You can also round to weeks, quarters, or even custom intervals like "15 minutes" or "6 hours" if you're working with high-frequency data.
## Time Zones: The One Paragraph Version
Time zones are complicated, but here's what you need to know. `with_tz()` converts a time for display ("What time is this New York meeting in Tokyo?") without changing the actual moment. `force_tz()` corrects a mislabeled time zone ("This was recorded as UTC but it was actually Eastern"). If you're working with data from a single time zone, you probably don't need either of these.
```{r}
meeting_time <- ymd_hms("2025-06-15 10:00:00", tz = "America/New_York")
with_tz(meeting_time, tzone = "Asia/Tokyo") # same moment, displayed in Tokyo time
```
## Practical Example: Analyzing Economic Trends
Let's use lubridate with the built-in `economics` dataset to do some real analysis. This dataset has monthly US economic data from 1967 to 2015.
```{r}
economics %>%
mutate(decade = factor(10 * (year(date) %/% 10))) %>%
ggplot(aes(x = date, y = unemploy, color = decade)) +
geom_line() +
labs(
title = "US Unemployment Over Time",
x = "Date", y = "Unemployment (thousands)", color = "Decade"
) +
theme_minimal()
```
The color-coded decades immediately reveal the cyclical nature of unemployment. Each decade has its own recession spike, and the overall level trends upward over time as the labor force grew. The 2000s (pink) show the most dramatic rise, corresponding to the Great Recession. This is the payoff of `year()` --- extracting a date component lets you group and color data in ways that reveal long-term patterns.
```{r}
economics %>%
mutate(month = month(date, label = TRUE)) %>%
group_by(month) %>%
summarize(avg_unemploy = mean(unemploy)) %>%
ggplot(aes(x = month, y = avg_unemploy)) +
geom_col(fill = "steelblue") +
labs(
title = "Average US Unemployment by Month (1967-2015)",
x = "Month", y = "Unemployment (thousands)"
) +
theme_minimal()
```
The monthly averages are remarkably flat --- unemployment does not have a strong seasonal pattern when averaged over nearly 50 years. The slight variations you see are dwarfed by the cyclical (recession-driven) swings. This is a useful finding in itself: it tells you that month-to-month comparisons of unemployment are meaningful, unlike retail sales which have massive seasonal swings.
```{r}
# Filter to the Great Recession and plot
economics %>%
filter(between(date, ymd("2007-06-01"), ymd("2009-06-01"))) %>%
ggplot(aes(x = date, y = unemploy)) +
geom_line(color = "firebrick", linewidth = 1) +
labs(
title = "US Unemployment During the Great Recession",
x = "Date", y = "Unemployment (thousands)"
) +
theme_minimal()
```
The Great Recession chart shows unemployment nearly doubling in just two years --- from about 7 million to over 14 million. The `between()` function combined with `ymd()` made it trivial to zoom into this specific date range. This pattern --- filter to a date window, then plot --- is exactly how you would build a "drill-down" view in a business dashboard.

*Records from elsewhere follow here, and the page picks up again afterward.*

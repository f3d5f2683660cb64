package rules

import (
	"fmt"
	"slices"
	"strings"

	"dextral/core/frame"
	"dextral/core/identify"
)

// turned is edges with the keys such as T_a_b read in the other sense.
func (c *Chain) turned(l frame.Loop) []identify.Edge {
	edges := c.edges(l)
	for i, step := range l.Steps {
		if c.link(step).Subscript {
			e := &edges[len(edges)-1-i]
			e.Backward = !e.Backward
		}
	}
	return edges
}

// OpenEitherWay reports whether a loop that hangs on the meaning of keys such as T_a_b
// closes in neither.
func (l Loop) OpenEitherWay() bool {
	return !l.Decidable && isOpen(l.Result) && isOpen(l.Turned)
}

func isOpen(r identify.LoopResult) bool {
	return r.Verdict == identify.Contradicted || r.Verdict == identify.Unexplained
}

// openEitherWay reports a loop that does not close, whatever keys such as T_a_b mean: a
// warning if a single change closes it in one of the meanings, else a note. Which
// of the keys is wrong stays open where both meanings have an explanation.
func (c *Chain) openEitherWay(l Loop) *Finding {
	if !l.OpenEitherWay() {
		return nil
	}
	steps := slices.Clone(l.Steps)
	slices.Reverse(steps) // as identify counts the edges
	v := c.link(steps[len(steps)-1]).Value
	f := &Finding{Rule: LoopOpen, Level: Note, Claim: "closes: " + claimText(l.Frames)}
	f.Message = fmt.Sprintf("%s, whatever keys such as T_a_b mean: read as v_a = R v_b %s, read as v_b = R v_a %s",
		c.headline(l.Frames, steps), missText(l.Result), missText(l.Turned))
	var closes []string
	for i, r := range []identify.LoopResult{l.Result, l.Turned} {
		sense := [...]string{"v_a = R v_b", "v_b = R v_a"}[i]
		f.Evidence = append(f.Evidence, Evidence{What: "rotation around the loop, with " + sense, Stated: Degrees(0), Computed: Degrees(r.Angle), Residual: Degrees(r.Angle)})
		if r.Gap > 0 {
			f.Evidence = append(f.Evidence, Evidence{What: "translation around the loop, with " + sense, Stated: Plain(0), Computed: Plain(r.Gap), Residual: Plain(r.Gap)})
		}
		for _, repair := range r.Repairs {
			edge := c.link(steps[repair.Edge]).Value
			how := fmt.Sprintf("with %s and %s %s", sense, edge.name(), withMapNames(repair.Words()))
			f.Evidence = append(f.Evidence, Evidence{What: how, Residual: Degrees(repair.Angle)})
			if r.Verdict != identify.Contradicted {
				continue // numbers this special fit by accident too
			}
			if f.Level = Warning; len(closes) == 0 {
				v = edge
			}
			closes = append(closes, how)
		}
	}
	switch len(closes) {
	case 0:
		f.Message += "; no single change of convention explains it"
	case 1:
		f.Message += "; it closes " + closes[0]
	default:
		f.Message += "; which key is wrong cannot be decided: it closes " + strings.Join(closes, ", or ")
	}
	f.Remedy = "say in dextral.toml what the keys mean: a [[claim]] with a direction"
	f.Place, f.Key = v.Place, v.Key
	for _, s := range steps {
		if other := c.link(s).Value; other != v {
			f.Related = append(f.Related, Related{other.Place, other.name()})
		}
	}
	return f
}

// missText says by what a loop misses.
func missText(r identify.LoopResult) string {
	if r.Angle <= r.Open && r.Gap > 0 {
		return "the translations miss by " + digits(r.Gap) + " (in the unit of the file)"
	}
	return "the rotation is off by " + degrees(r.Angle)
}
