package rules

import (
	"fmt"
	"math"
	"strings"

	"dextral/core/convention"
)

// bottomRow judges the last row of a 4x4 that claims to be a rigid transform: 0 0
// 0 1. Numbers that have it in the last column instead are matrices for row vectors,
// or are stored the other way, and claim nothing wrong; see storedByRows.
func bottomRow(v *Value) *Finding {
	claim, claimed := v.FormClaim()
	if !claimed || v.Rows != 4 || v.Cols != 4 || len(v.Numbers) != 16 {
		return nil
	}
	var row, column [4]float64
	var texts []string
	slack := 0.0
	for i := range 4 {
		n := v.Numbers[v.entry(3, i)]
		row[i], column[i] = n.Value, v.Numbers[v.entry(i, 3)].Value
		texts = append(texts, n.Text)
		slack = math.Max(slack, precisionOf([]Number{n}).Half)
	}
	slack += 8 * 0x1p-24 // what float32 makes of a one, see package tolerance
	if isLast(row, slack) || isLast(column, slack) {
		return nil
	}
	f := finding(BottomRowWrong, v, claim, "%s claims a rigid transform, but its last row is %s instead of 0 0 0 1", v.name(), strings.Join(texts, " "))
	f.Evidence = []Evidence{{What: "last row", Stated: Words("0 0 0 1"), Computed: Words(strings.Join(texts, " "))}}
	switch w := row[3]; {
	case row[0] == 0 && row[1] == 0 && row[2] == 0 && w != 0:
		f.Message += fmt.Sprintf(": every point is divided by %s", digits(w))
		f.Remedy = "divide all sixteen numbers by the last one, if it is a projective matrix; else correct it to 1"
	case w == 0:
		f.Message += ": its translation is lost, and it has no inverse"
		f.Remedy = "write 1 as the last number, if the rest is right"
	default:
		f.Message += ": points are scaled by where they are, as a projection does"
		f.Remedy = "look for numbers that slipped by one place, or by one row"
	}
	return f
}

func isLast(row [4]float64, slack float64) bool {
	return math.Abs(row[0]) <= slack && math.Abs(row[1]) <= slack && math.Abs(row[2]) <= slack && math.Abs(row[3]-1) <= slack
}

// quantum is the scale of a quaternion that is written in whole numbers, as
// recorders and firmware do to save room: 32767 for 16 bits with sign, and so on; 0 for
// any other. Its numbers stand for q/scale, each rounded to a whole one, which moves
// the norm by at most one.
func (v *Value) quantum() float64 {
	if v.Form != convention.Quaternion || len(v.Numbers) != 4 {
		return 0
	}
	for _, n := range v.Numbers {
		if n.Value != math.Trunc(n.Value) || strings.ContainsAny(n.Text, ".eE") {
			return 0
		}
	}
	length := norm(v.Floats())
	for _, scale := range scales {
		if math.Abs(length-scale) <= 1 {
			return scale
		}
	}
	return 0
}

// scales are those in use: the largest numbers of 8, 16 and 32 bits with sign and
// powers of two below, and powers of ten; common practice, no source.
var scales = []float64{127, 128, 1000, 10000, 16384, 32767, 32768, 100000, 1e6, 1e7, 1e8, 1e9, 1 << 30, 1<<31 - 1, 1 << 31}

See how `year()`, `month()`, `between()`, and `ymd()` all work together seamlessly with dplyr and ggplot2? That's the whole point.
## Quick Reference
| What you want to do | Function |
|:---------------------|:---------|
| Parse a date string | `ymd()`, `mdy()`, `dmy()` (match the order) |
| Parse date + time | `ymd_hms()`, `mdy_hm()`, etc. |
| Build from components | `make_date()`, `make_datetime()` |
| Current date/time | `today()`, `now()` |
| Extract year, month, etc. | `year()`, `month()`, `mday()`, `wday()`, `quarter()` |
| Add calendar time | `+ months()`, `+ years()`, `+ days()` |
| Add exact time | `+ dhours()`, `+ ddays()`, `+ dweeks()` |
| Round to period | `floor_date()`, `ceiling_date()`, `round_date()` |
| Check if date is in range | `%within%` with intervals (`%--%`) |
Dates are weird in every language. But with lubridate, they're manageable. Parse them, extract what you need, do the math, and get on with your analysis.